# NBD - Ibanez BTB content



## dr_kotasz (Jun 3, 2012)

Hi to all bass-player.

Today i bought my first 6-string bass: Ibanez BTB556

Korea, 2007. 

Ibanez Catalogs

The one on the right side...

Pics tomorrow...


----------



## Mukersman (Jun 4, 2012)

did they change the BTB shape? it seems more streamlined or something.


----------



## TemjinStrife (Jun 4, 2012)

Mukersman said:


> did they change the BTB shape? it seems more streamlined or something.

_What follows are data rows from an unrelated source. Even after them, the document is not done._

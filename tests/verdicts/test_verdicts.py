import math

import numpy as np
import pandas as pd
import pytest

from sweep.verdicts import directions, effects, flips, survival


@pytest.fixture(scope="module")
def frames(sweeps):
    return sweeps.frames_of(sweeps.Sweep())


def test_headline_states_counts_weight_and_distinct_computations(frames):
    counts = survival.overall(frames["survival"])
    text = survival.headline(counts)
    assert f"{counts.survived:,} of {counts.admissible:,} rows" in text
    assert f"weighted {survival.percent(counts.headline)}" in text
    assert text.endswith(f"{counts.distinct:,} distinct computations")


@pytest.mark.parametrize("design", ["one change", "two changes"])
def test_designs_of_few_changes_have_no_pooled_share(frames, design):
    assert "weighted" not in survival.headline(survival.overall(frames["survival"]), design)


def test_losses_add_up_to_what_was_planned(frames):
    for row in frames["survival"].to_dict("records"):
        counts = survival.counts_of(row)
        lost = counts.not_applicable + counts.infeasible + counts.failed + counts.screened_out
        assert counts.planned == lost + counts.admissible
        assert counts.left_out == lost


def test_levels_sentence_adds_the_plans_own_level(frames):
    counts = survival.overall(frames["survival"])
    assert "at the plan's 2.5%" in survival.levels_sentence(counts, 0.025)
    assert "plan's" not in survival.levels_sentence(counts, 0.05)


def test_one_overall_row_is_required(frames):
    with pytest.raises(ValueError, match="0 overall rows"):
        survival.overall(frames["survival"].iloc[1:])


def strata(*rows):
    """Return a frame of strata: window, whether baseline, weight, rows, admissible, survived, N."""
    names = ["window_name", "is_baseline", "weight", "rows", "admissible", "survived", "size"]
    return pd.DataFrame(rows, columns=names)


def test_sampling_interval_of_one_stratum_by_hand():
    """Agresti and Coull's interval with the finite population's correction."""
    low, high = survival.sampling_interval(strata(("w", False, 1 / 50, 50, 50, 20, 400)))
    share = 22 / 54
    reach = 1.959964 * math.sqrt((1 - 50 / 400) * share * (1 - share) / 49)
    assert (low, high) == pytest.approx((share - reach, share + reach), rel=1e-6)


def test_sampling_interval_of_several_strata_by_hand():
    """A fixed window drawn whole, and a moving one with two weights: the ratio written out."""
    frame = strata(
        ("fixed", True, 0.25, 1, 1, 1, 4), ("fixed", False, 0.25, 3, 3, 1, 4),
        ("moving", False, 0.1, 4, 3, 2, 90), ("moving", False, 0.05, 6, 6, 3, 90),
    )  # fmt: skip
    weights = np.repeat([0.1, 0.05], [3, 6])  # of the admissible rows that were drawn in part
    survived = np.repeat([(2 + 3 * 2 / 9) / (3 + 3 * 4 / 9), (3 + 6 * 2 / 9) / (6 + 6 * 4 / 9)],
                         [3, 6])  # fmt: skip
    total = 4 * 0.25 + weights.sum()
    share = (2 * 0.25 + (weights * survived).sum()) / total
    # z is w(1 − R) with probability p and −wR otherwise; the tenth row is not admissible.
    mean = (weights * (survived - share)).sum() / 10
    square = (weights**2 * (survived * (1 - share) ** 2 + (1 - survived) * share**2)).sum()
    variance = (1 - 10 / 90) * 10 * (square - 10 * mean**2) / 9
    reach = 1.959964 * math.sqrt(variance) / total
    assert survival.sampling_interval(frame) == pytest.approx(
        (share - reach, share + reach), rel=1e-6
    )


def test_a_sample_of_everything_leaves_nothing_open():
    frame = strata(("a", True, 0.1, 1, 1, 0, 10), ("a", False, 0.1, 9, 9, 6, 10),
                   ("b", False, 0.5, 2, 1, 1, 2))  # fmt: skip
    assert survival.sampling_interval(frame) == pytest.approx((1.1 / 1.5, 1.1 / 1.5))
    nothing = frame.assign(admissible=0, survived=0)
    assert survival.sampling_interval(nothing) is None


@pytest.mark.parametrize("survived", [0, 40])
def test_a_share_of_none_or_all_still_has_an_interval(survived):
    low, high = survival.sampling_interval(strata(("w", False, 1 / 40, 40, 40, survived, 4000)))
    assert (low == 0.0) == (survived == 0)
    assert 0.05 < high - low < 0.25


def test_axis_sentences_name_lowest_and_highest(frames):
    sentence = next(
        s for s in survival.axis_sentences(frames["survival"]) if s.startswith("By test")
    )
    rows = frames["survival"].query("axis == 'test'").sort_values("headline_share")
    assert f"under {rows['choice'].iloc[0]} (" in sentence
    assert f"under {rows['choice'].iloc[-1]} (" in sentence
    assert "the weighted share runs from" in sentence
    for row in (rows.iloc[0], rows.iloc[-1]):
        share = row["survived"] / row["admissible"]
        assert (
            f"({row['survived']:,} of {row['admissible']:,} rows, unweighted "
            f"{survival.percent(share)})"
        ) in sentence


def test_without_a_weighted_share_there_is_no_sentence_on_axes(frames):
    frame = frames["survival"].assign(headline_share=float("nan"))
    assert survival.axis_sentences(frame) == []


def test_verdicts_count_each_admissible_row_once(frames):
    counts = directions.totals(frames["directions"])
    assert tuple(counts) == directions.VERDICTS
    assert sum(counts.values()) == survival.overall(frames["survival"]).admissible
    without = frames["directions"].query("axis != 'all'")
    assert directions.totals(without) == counts
    assert "not evidence of independence" in directions.sentence(frames["directions"])


def test_verdicts_of_nothing(frames):
    assert directions.sentence(frames["directions"].iloc[:0]).startswith("No specification")


def test_single_changes_are_counted_and_named(frames):
    changes, base = frames["single_changes"], frames["baseline"].iloc[0]
    rows = flips.turned(changes)
    sentence = flips.single_sentence(changes, base["survives"], limit=1)
    tried = int((changes["admissible"] > 0).sum())
    assert sentence.startswith(f"{len(rows)} of {tried} single changes")
    assert f"and {len(rows) - 1} more" in sentence
    assert rows["z_change"].abs().is_monotonic_decreasing


@pytest.mark.parametrize(("holds", "word"), [(True, "holds"), (False, "still does not hold")])
def test_no_flip_is_said_plainly(frames, holds, word):
    changes = frames["single_changes"].assign(flips=0)
    assert word in flips.single_sentence(changes, holds)


def test_flips_without_a_baseline(frames):
    assert "not admissible" in flips.single_sentence(frames["single_changes"], None)
    assert flips.path_sentence(frames["shortest_flips"], None) == ""
    none = frames["shortest_flips"].iloc[:0]
    said = [flips.path_sentence(none, True, design) for design in ("full", "sample of 60")]
    assert said[0] == "In no specification of this sweep does the finding stop holding."
    assert said[1] == "In no row drawn does the finding stop holding."
    empty = flips.single_sentence(frames["single_changes"].iloc[:0], True)
    assert empty.startswith("No choice differs")


def test_shortest_path_states_the_changes(frames):
    base = frames["baseline"].iloc[0]
    sentence = flips.path_sentence(frames["shortest_flips"], base["survives"])
    assert frames["shortest_flips"]["changed"].iloc[0] in sentence
    assert "after 1 changed choice" in sentence


def test_effect_sentences(frames):
    found = effects.sentences(frames["effects_overall"], frames["effects"])
    assert found[0].startswith("The signed partial R² is positive in ")
    assert found[1].startswith("The standardised sum ")
    assert "keeps one sign throughout" in found[2]
    assert effects.sentences(frames["effects_overall"].iloc[:0], frames["effects"].iloc[:0]) == []


def counts_of_pairs(admissible, turning, joint):
    import pandas as pd

    return pd.DataFrame(
        [{"changes": 2, "admissible": admissible, "turning": turning, "joint": joint}]
    )


@pytest.mark.parametrize(
    ("numbers", "holds", "expected"),
    [
        ((9, 0, 0), True, "None of 9 pairs of changes breaks the finding."),
        (
            (1, 1, 1),
            True,
            "1 of 1 pair of changes breaks the finding; neither change does so alone.",
        ),
        (
            (9, 3, 3),
            False,
            "3 of 9 pairs of changes restore the finding; in all of them, neither change does so "
            "alone.",
        ),
        (
            (9, 3, 1),
            True,
            "3 of 9 pairs of changes break the finding; in 1 of them, neither change does so "
            "alone.",
        ),
        (
            (9, 3, 0),
            True,
            "3 of 9 pairs of changes break the finding; in each of them a single change does so "
            "alone, or could not be judged.",
        ),
        ((0, 0, 0), True, ""),
        ((9, 3, 1), None, ""),
    ],
)
def test_pairs_are_counted_by_what_they_hold(numbers, holds, expected):
    assert flips.pair_sentence(counts_of_pairs(*numbers), holds) == expected


def test_what_turned_is_named_for_claims_on_both_directions():
    row = {"flips": 2, "flips_forward": 0, "flips_reverse": 2, "flips_sign": 1}
    assert flips.turned_by(row, "leads one way") == "reverse and sign of the sum"
    assert flips.turned_by(row, "leads") == "sign of the sum"
    assert flips.turned_by(row | {"flips": 0}, "leads") == ""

The old BTB shape had slightly worse fret access, but looked a hell of a lot better


----------



## Tarantino_Jr (Jun 4, 2012)

pics pics pics pics pics pics pics pics


----------



## Konfyouzd (Jun 4, 2012)

When are they going to make an easy to find FRETLESS version of the BTB? Seriously...


----------



## HaMMerHeD (Jun 5, 2012)

TemjinStrife said:


> The old BTB shape had slightly worse fret access, but looked a hell of a lot better



Definitely disagree. The old body shape looks a lot more awkward to me.


----------



## Michael T (Jun 5, 2012)




----------



## DavidLopezJr (Jun 5, 2012)

TemjinStrife said:


> The old BTB shape had slightly worse fret access, but looked a hell of a lot better


Which models fall under that?


----------



## jon66 (Jun 6, 2012)

Congrats on the new bass man. Welcome to the BTB owners club.


----------



## MF_Kitten (Jun 6, 2012)

TemjinStrife said:


> The old BTB shape had slightly worse fret access, but looked a hell of a lot better



isn't it just a bolt-on/neck-through shape difference though?


----------



## DavidLopezJr (Jun 8, 2012)

MF_Kitten said:


> isn't it just a bolt-on/neck-through shape difference though?


No. I did some studying on the Prestige models and found out their are 3 variations but all bolt-on. The BTB1306 I believe is the first one that came out. It has the normal long horns but is different due to the bubgina stripes in the neck. Then the 1206 which has the smaller horns and then the 1006 which has a full flamed maple top and does not show the neck pieces, it also has walnut stripes & smaller horns like the 1206.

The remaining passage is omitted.